C. gattii diploid a/α isolates developed in the laboratory are thermally dimorphic and at lower growth temperatures produce filaments and sporulate (9). To exclude the possibility that the mating observed here was due to the presence of such isolates, FACS analysis was performed on subsets of mating and nonmating isolates. All sample isolates had a haploid profile when compared to control strains of known ploidy (data not shown). This was further confirmed by the PCR determination of mating types, which found only the a or α mating locus allele to be present. Furthermore, to our knowledge, no diploid C. gattii isolates have been identified from any natural source.

Monokaryotic fruiting was not observed in Australian C. gattii isolates.

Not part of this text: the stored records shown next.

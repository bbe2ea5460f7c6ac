import type { TopShape } from './model';

const DELTA_LETTER: Record<number, string> = { [-1]: 'p', 0: 'q', 1: 'r' };
const BRANCH_LETTER: Record<number, string> = { [-1]: 'P', 0: 'Q', 1: 'R' };

/** The parts of the ^ΔK ΔJ_K''(J'') label of a line. */
export interface LineLabelParts {
  /** 'p', 'q' or 'r' for ΔK = −1, 0, +1; empty for a linear molecule. */
  deltaKLetter: string;
  /** 'P', 'Q' or 'R' for ΔJ = −1, 0, +1. */
  branchLetter: string;
  /** K'' (omitted in the label of a linear molecule). */
  kLower: number | null;
  /** J''. */
  jLower: number;
}

/** Split a line's quantum numbers into label parts (trade notation ^ΔK ΔJ_K''(J'')). */
export function lineLabelParts(deltaK: number, deltaJ: number, kLower: number, jLower: number, shape: TopShape): LineLabelParts {
  const linear = shape === 'linear';
  return {
    deltaKLetter: linear ? '' : (DELTA_LETTER[deltaK] ?? '?'),
    branchLetter: BRANCH_LETTER[deltaJ] ?? '?',
    kLower: linear ? null : kLower,
    jLower,
  };
}

/**
 * ASCII label for files: e.g. "rQ3(12)" for ΔK = +1, ΔJ = 0, K'' = 3, J'' = 12; "R(12)" for a
 * linear molecule.
 */
export function lineLabelAscii(deltaK: number, deltaJ: number, kLower: number, jLower: number, shape: TopShape): string {
  const p = lineLabelParts(deltaK, deltaJ, kLower, jLower, shape);
  return `${p.deltaKLetter}${p.branchLetter}${p.kLower ?? ''}(${p.jLower})`;
}

/** Label of a whole sub-branch series (no J): e.g. "rQ3". */
export function seriesLabelAscii(deltaK: number, deltaJ: number, kLower: number, shape: TopShape): string {
  const p = lineLabelParts(deltaK, deltaJ, kLower, 0, shape);
  return `${p.deltaKLetter}${p.branchLetter}${p.kLower ?? ''}`;
}

/**
 * Label with super- and subscripts as HTML tags (plotly hover text and the page render these):
 * "<sup>r</sup>Q<sub>3</sub>(12)". Contains no text from outside, so it is safe markup.
 */
export function lineLabelHtml(deltaK: number, deltaJ: number, kLower: number, jLower: number, shape: TopShape): string {
  const p = lineLabelParts(deltaK, deltaJ, kLower, jLower, shape);
  const sup = p.deltaKLetter ? `<sup>${p.deltaKLetter}</sup>` : '';
  const sub = p.kLower === null ? '' : `<sub>${p.kLower}</sub>`;
  return `${sup}${p.branchLetter}${sub}(${p.jLower})`;
}

/**
 * Parse an ASCII label such as "rQ3(12)", "qR0(5)" or "P(7)" back into quantum labels.
 * @returns the parts, or null when the text is not a label
 */
export function lineLabelParse(text: string): { deltaK: number | null; deltaJ: number; kLower: number | null; jLower: number } | null {
  const m = /^\s*([pqr]?)([PQR])(\d*)\((\d+)\)\s*$/.exec(text);
  if (!m) return null;
  const dk = m[1] ? { p: -1, q: 0, r: 1 }[m[1] as 'p' | 'q' | 'r'] : null;
  const dj = { P: -1, Q: 0, R: 1 }[m[2] as 'P' | 'Q' | 'R'];
  return { deltaK: dk, deltaJ: dj, kLower: m[3] ? Number(m[3]) : null, jLower: Number(m[4]) };
}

In this study, no monokaryotic fruiting was observed for any Australian strain. These results indicate that the Australian isolates tested are incapable of monokaryotic fruiting under conditions that evoked a mating response in competent isolates. However, under these conditions, monokaryotic fruiting, including the development of basidiospores, was observed in the C. neoformans serotype D tester strain JEC21, which acted as a positive control. As an extension of this assay, all mating-competent strains of the same mating type were crossed pairwise with each other on V8 medium and examined. No mating structures (enlarged cells or conjugation tubes) or fruiting structures were observed, indicating that mating was restricted to interactions between strains of opposite mating types.

DNA sequence analysis of URA5, SXI1α, and SXI2a genes.

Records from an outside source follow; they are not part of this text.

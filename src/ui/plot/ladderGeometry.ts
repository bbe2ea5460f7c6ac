/**
 * Geometry of the sub-branch ladders drawn above the trace: one row per (ΔK, K'') series, P rungs
 * hanging below the row line, R rungs standing above it, Q rungs through it; rung length grows with
 * the line's intensity. Pure: ladders and lines in, plotly trace objects out.
 */
import type { Data } from 'plotly.js';
import type { Ladder } from '../../physics/bandLadders';
import { lineLabelHtml } from '../../physics/lineLabel';
import type { LineList, TopShape, TransitionQuanta } from '../../physics/model';
import { ladderColour } from './plotColours';

/** One row of the ladder panel: every branch (P, Q, R) of one ΔK and K''. */
export interface LadderRow {
  /** Stable key "<ΔK letter>:<K''>", e.g. "r:3" (the ladder key without its branch). */
  key: string;
  deltaK: number;
  kLower: number;
  /** Tick text for the row (markup without outside text), e.g. "<sup>r</sup>K″=3". */
  tickHtml: string;
  /** Plain label for screen readers and lists, e.g. "ΔK=+1, K''=3". */
  name: string;
  /** Row centre on the ladder axis (rows 0, 1, 2 … from the bottom). */
  y: number;
  ladders: Ladder[];
}

/** Row key of a ladder (ladder key without the branch letter). */
export function ladderRowKey(ladder: Pick<Ladder, 'key'>): string {
  return ladder.key.slice(0, ladder.key.lastIndexOf(':'));
}

const DELTA_K_LETTER: Record<number, string> = { [-1]: 'p', 0: 'q', 1: 'r' };

/**
 * Group ladders into rows, drop hidden rows and assign row positions: the first row of the
 * ladders' order (ΔK = +1, K'' = 0) at the top.
 * @param ladders from bandLadders (ordered by ΔK, K'', branch)
 * @param shape rotor shape (a linear molecule gets a single row without K'')
 * @param hidden row keys not to draw
 */
export function ladderRowsBuild(ladders: readonly Ladder[], shape: TopShape, hidden: ReadonlySet<string> = new Set()): LadderRow[] {
  const rows: LadderRow[] = [];
  const byKey = new Map<string, LadderRow>();
  for (const ladder of ladders) {
    const key = ladderRowKey(ladder);
    if (hidden.has(key)) continue;
    let row = byKey.get(key);
    if (!row) {
      const letter = DELTA_K_LETTER[ladder.deltaK] ?? '?';
      const linear = shape === 'linear';
      row = {
        key,
        deltaK: ladder.deltaK,
        kLower: ladder.kLower,
        tickHtml: linear ? 'band' : `<sup>${letter}</sup>K″=${ladder.kLower}`,
        name: linear ? 'band' : `ΔK=${ladder.deltaK > 0 ? '+' : ''}${ladder.deltaK}, K''=${ladder.kLower}`,
        y: 0,
        ladders: [],
      };
      byKey.set(key, row);
      rows.push(row);
    }
    row.ladders.push(ladder);
  }
  rows.forEach((row, i) => (row.y = rows.length - 1 - i));
  return rows;
}

/**
 * Vertical extent of a rung relative to its row centre (row spacing 1): P from −h to 0, R from 0
 * to +h, Q from −h to +h, with h = 0.12 + 0.3·√I so strong lines stand out and rungs of
 * neighbouring rows never touch (h ≤ 0.42).
 * @param deltaJ −1, 0, +1
 * @param intensity relative intensity (strongest line of the band = 1)
 * @returns [bottom, top] offsets from the row centre
 */
export function rungExtent(deltaJ: number, intensity: number): [number, number] {
  const h = 0.12 + 0.3 * Math.sqrt(Math.min(Math.max(intensity, 0), 1));
  if (deltaJ < 0) return [-h, 0];
  if (deltaJ > 0) return [0, h];
  return [-h, h];
}

/** The end of a rung away from its row line (where assignment markers sit). */
export function rungTip(deltaJ: number, intensity: number): number {
  const [lo, hi] = rungExtent(deltaJ, intensity);
  return deltaJ < 0 ? lo : hi;
}

/**
 * Plotly hover template of a ladder's label, J'' taken from customdata[2]: e.g.
 * "<sup>r</sup>Q<sub>3</sub>(%{text})". Our own markup, no outside text.
 */
export function ladderLabelTemplate(ladder: Pick<Ladder, 'deltaK' | 'deltaJ' | 'kLower'>, shape: TopShape): string {
  return lineLabelHtml(ladder.deltaK, ladder.deltaJ, ladder.kLower, 0, shape).replace(/\(0\)$/, '(%{text})');
}

/**
 * Quantum numbers of a clicked rung point: ladder traces carry, in their meta, the index into the
 * line list of every vertex (`lineIndex`); the marker traces (assigned, cursor) carry
 * [J', K', J'', K''] as customdata.
 * @param meta the clicked trace's meta
 * @param pointNumber the clicked vertex
 * @param customdata the clicked vertex's customdata
 * @param lines the line list the ladder traces were built from
 * @returns the quanta, or null when the point is not a rung
 */
export function rungPointQuanta(
  meta: { lineIndex?: readonly (number | null)[] } | undefined,
  pointNumber: unknown,
  customdata: unknown,
  lines: LineList,
): TransitionQuanta | null {
  if (meta && Array.isArray(meta.lineIndex)) {
    const i = typeof pointNumber === 'number' ? meta.lineIndex[pointNumber] : null;
    if (i === null || i === undefined || !(i >= 0 && i < lines.count)) return null;
    return { jUpper: lines.jUpper[i], kUpper: lines.kUpper[i], jLower: lines.jLower[i], kLower: lines.kLower[i] };
  }
  if (Array.isArray(customdata) && customdata.length >= 4 && customdata.every((v) => Number.isInteger(v))) {
    return { jUpper: customdata[0], kUpper: customdata[1], jLower: customdata[2], kLower: customdata[3] };
  }
  return null;
}

/** Options of ladderTracesBuild. */
export interface LadderTracesOptions {
  /** Visible x range, cm^-1; rungs outside it (plus 2 % margin) are left out. */
  xRangeCm1: [number, number];
  /** Plotly axis ids the rows are drawn on. @default 'x' and 'y2' */
  xaxis?: string;
  yaxis?: string;
  /** Dark theme (lighter colours). @default false */
  isDark?: boolean;
}

/**
 * Plotly traces of the ladder rows: one trace per colour and line width (rows of one ΔK share a
 * hue every 8 K'' values; Q rungs are drawn wider); each series is one polyline of 4 vertices per
 * rung (row line, rung ends, row line), series separated by null gaps. Few traces and few SVG paths: their number is most of plotly's
 * redraw cost after a zoom. Every vertex carries its line label as text and its intensity as customdata (flat
 * arrays: nested customdata makes plotly's redraw several times slower); meta.lineIndex maps each
 * vertex back to the line list for clicks (rungPointQuanta).
 * @param rows ladder rows (ladderRowsBuild)
 * @param lines the line list the ladders index
 * @param shape top shape (for labels)
 * @param options visible range (cm^-1), axes, theme
 */
export function ladderTracesBuild(rows: readonly LadderRow[], lines: LineList, shape: TopShape, options: LadderTracesOptions): Data[] {
  const [from, to] = options.xRangeCm1;
  const margin = 0.02 * (to - from);
  const lo = from - margin;
  const hi = to + margin;
  type Group = { colour: string; width: number; deltaK: number; x: (number | null)[]; y: (number | null)[]; text: (string | null)[]; inten: (number | null)[]; lineIndex: (number | null)[] };
  const groups = new Map<string, Group>();
  for (const row of rows) {
    const colour = ladderColour(row.deltaK, row.kLower, options.isDark ?? false);
    for (const ladder of row.ladders) {
      const width = ladder.deltaJ === 0 ? 2.2 : 1.6;
      const gkey = `${colour}|${width}`;
      let g = groups.get(gkey);
      const template = ladderLabelTemplate(ladder, shape);
      let isOpen = false;
      for (const i of ladder.lineIndex) {
        const nu = lines.wavenumberCm1[i];
        if (nu < lo || nu > hi) continue;
        if (!g) {
          g = { colour, width, deltaK: row.deltaK, x: [], y: [], text: [], inten: [], lineIndex: [] };
          groups.set(gkey, g);
        }
        // Rungs of one series are joined along the row line (base → ends → base), so the series is
        // one SVG path: plotly draws every null-separated piece as a path of its own, and thousands
        // of paths were most of a redraw. Only series are separated by nulls.
        const [b, t] = rungExtent(ladder.deltaJ, lines.intensity[i]);
        const label = template.replace('%{text}', String(lines.jLower[i]));
        const inten = lines.intensity[i];
        g.x.push(nu, nu, nu, nu);
        g.y.push(row.y, row.y + b, row.y + t, row.y);
        g.text.push(label, label, label, label);
        g.inten.push(inten, inten, inten, inten);
        g.lineIndex.push(i, i, i, i);
        isOpen = true;
      }
      if (g && isOpen) {
        g.x.push(null);
        g.y.push(null);
        g.text.push(null);
        g.inten.push(null);
        g.lineIndex.push(null);
      }
    }
  }
  const out: Data[] = [];
  for (const g of groups.values()) {
    out.push({
      type: 'scatter',
      mode: 'lines',
      name: `ladders ${g.colour}`,
      x: g.x,
      y: g.y,
      xaxis: options.xaxis ?? 'x',
      yaxis: options.yaxis ?? 'y2',
      connectgaps: false,
      line: { color: g.colour, width: g.width },
      hovertemplate: '%{text}<br>%{x:.4f} cm⁻¹<br>rel. intensity %{customdata:.3g}<extra></extra>',
      text: g.text as string[],
      customdata: g.inten as unknown as number[],
      meta: { kind: 'rungs', deltaK: g.deltaK, lineIndex: g.lineIndex },
      showlegend: false,
    } as Data);
  }
  return out;
}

Sequence analysis was conducted to determine whether genetic variation occurred between fertile and infertile C. gattii isolates. Of the total 120 isolates in the study, 115 were included in the sequence analysis. URA5 sequences divided the isolates into three major allelic groups that correspond to the three VG groups. Five VGII isolates had two single nucleotide polymorphisms distinguishing them from the remaining VGII strains. The VGI and VGIII alleles had 99% sequence identity, and these were 96% identical with the VGII alleles (data not shown).

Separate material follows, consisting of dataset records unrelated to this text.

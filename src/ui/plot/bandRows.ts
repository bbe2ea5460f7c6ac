/**
 * Ladder rows of several bands in one panel: each band's own rows (as ladderRowsBuild makes them
 * for one band), named with the band, coloured in the band's colour family, stacked in band order
 * (the first band at the top).
 */
import type { Ladder } from '../../physics/bandLadders';
import type { TopShape } from '../../physics/model';
import { ladderRowsBuild, type LadderRow } from './ladderGeometry';
import { bandLadderColour } from './plotColours';

/** One band's part of the panel. */
export interface BandRowsInput {
  /** Band key "species/band" (the prefix of its ladders' keys). */
  key: string;
  /** Short name shown before each row name. */
  name: string;
  /** Band number in the system (decides its colour family). */
  index: number;
  shape: TopShape;
  /** The band's ladders, keys "<band key>|<ladder key>". */
  ladders: readonly Ladder[];
}

/**
 * Rows of every band given, stacked.
 * @param bands the bands switched on, in system order
 * @param hiddenRows row keys ("r:3") hidden in every band
 * @param isDark dark theme colours
 */
export function bandRowsBuild(bands: readonly BandRowsInput[], hiddenRows: readonly string[], isDark: boolean): LadderRow[] {
  const rows: LadderRow[] = [];
  for (const b of bands) {
    const hidden = new Set(hiddenRows.map((h) => `${b.key}|${h}`));
    for (const row of ladderRowsBuild(b.ladders, b.shape, hidden)) {
      rows.push({
        ...row,
        tickHtml: `${escapeText(b.name)} ${row.tickHtml}`,
        name: `${b.name}: ${row.name}`,
        colour: bandLadderColour(b.index, row.deltaK, row.kLower, isDark),
      });
    }
  }
  rows.forEach((row, i) => (row.y = rows.length - 1 - i));
  return rows;
}

/** Text safe inside row-name markup (which knows only sup/sub tags). */
function escapeText(text: string): string {
  return text.replace(/[<>&]/g, '');
}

Analysis of the SXI1α gene in the 108 MATα isolates revealed 11 allelic groups designated Ai to Av, Bi to Biv, C, and D. Phylogenetic analysis using PAUP* (39) found that the alleles clustered according to molecular type and sexual fecundity (Fig. 4). Two major clusters were apparent on the phylogram. Cluster 1 (groups Bi to Biv, C, and D) consisted of 20 isolates, including 19 VGII isolates and the single VGIII isolate. The latter was the only isolate in the divergent allelic group D. All isolates with the SXI1α B, C, or D alleles were fertile, and all the “robust maters” had a B or C allele. Cluster 2 (groups Ai to Av) included 88 isolates, of which 85 were infertile and 3 were weakly fertile (filaments and rare basidia without basidiospore chains).

FIG. 4.

FIG. 4.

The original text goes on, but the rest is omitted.